- **DATA FOR PROCESSING**
*** Begin section ***
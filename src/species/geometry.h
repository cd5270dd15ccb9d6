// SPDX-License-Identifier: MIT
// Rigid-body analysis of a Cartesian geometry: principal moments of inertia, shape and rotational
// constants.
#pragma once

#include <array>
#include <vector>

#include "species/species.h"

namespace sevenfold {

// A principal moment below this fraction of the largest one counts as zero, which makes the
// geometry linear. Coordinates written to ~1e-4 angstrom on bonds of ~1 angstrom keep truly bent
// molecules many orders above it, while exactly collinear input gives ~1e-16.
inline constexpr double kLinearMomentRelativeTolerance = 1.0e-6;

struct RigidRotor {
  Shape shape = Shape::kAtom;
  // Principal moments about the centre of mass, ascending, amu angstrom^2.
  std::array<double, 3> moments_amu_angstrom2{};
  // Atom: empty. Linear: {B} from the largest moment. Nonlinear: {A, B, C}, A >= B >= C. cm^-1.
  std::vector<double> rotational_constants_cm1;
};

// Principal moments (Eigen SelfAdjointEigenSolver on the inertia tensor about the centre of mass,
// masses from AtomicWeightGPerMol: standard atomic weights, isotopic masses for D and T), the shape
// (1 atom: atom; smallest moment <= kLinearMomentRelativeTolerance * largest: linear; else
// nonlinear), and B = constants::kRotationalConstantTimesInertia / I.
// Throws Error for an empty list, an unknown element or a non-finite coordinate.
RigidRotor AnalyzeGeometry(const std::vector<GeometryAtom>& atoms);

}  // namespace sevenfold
*** End section ***
- **WHAT THE TASK REQUIRES**
All lines in the data above from the one with "shape and rotational" through the one with "keep truly bent" must be repeated exactly, and no others.

- **ANSWER TO THIS PROBLEM**
// Rigid-body analysis of a Cartesian geometry: principal moments of inertia, shape and rotational
// constants.
#pragma once

#include <array>
#include <vector>

#include "species/species.h"

namespace sevenfold {

// A principal moment below this fraction of the largest one counts as zero, which makes the
// geometry linear. Coordinates written to ~1e-4 angstrom on bonds of ~1 angstrom keep truly bent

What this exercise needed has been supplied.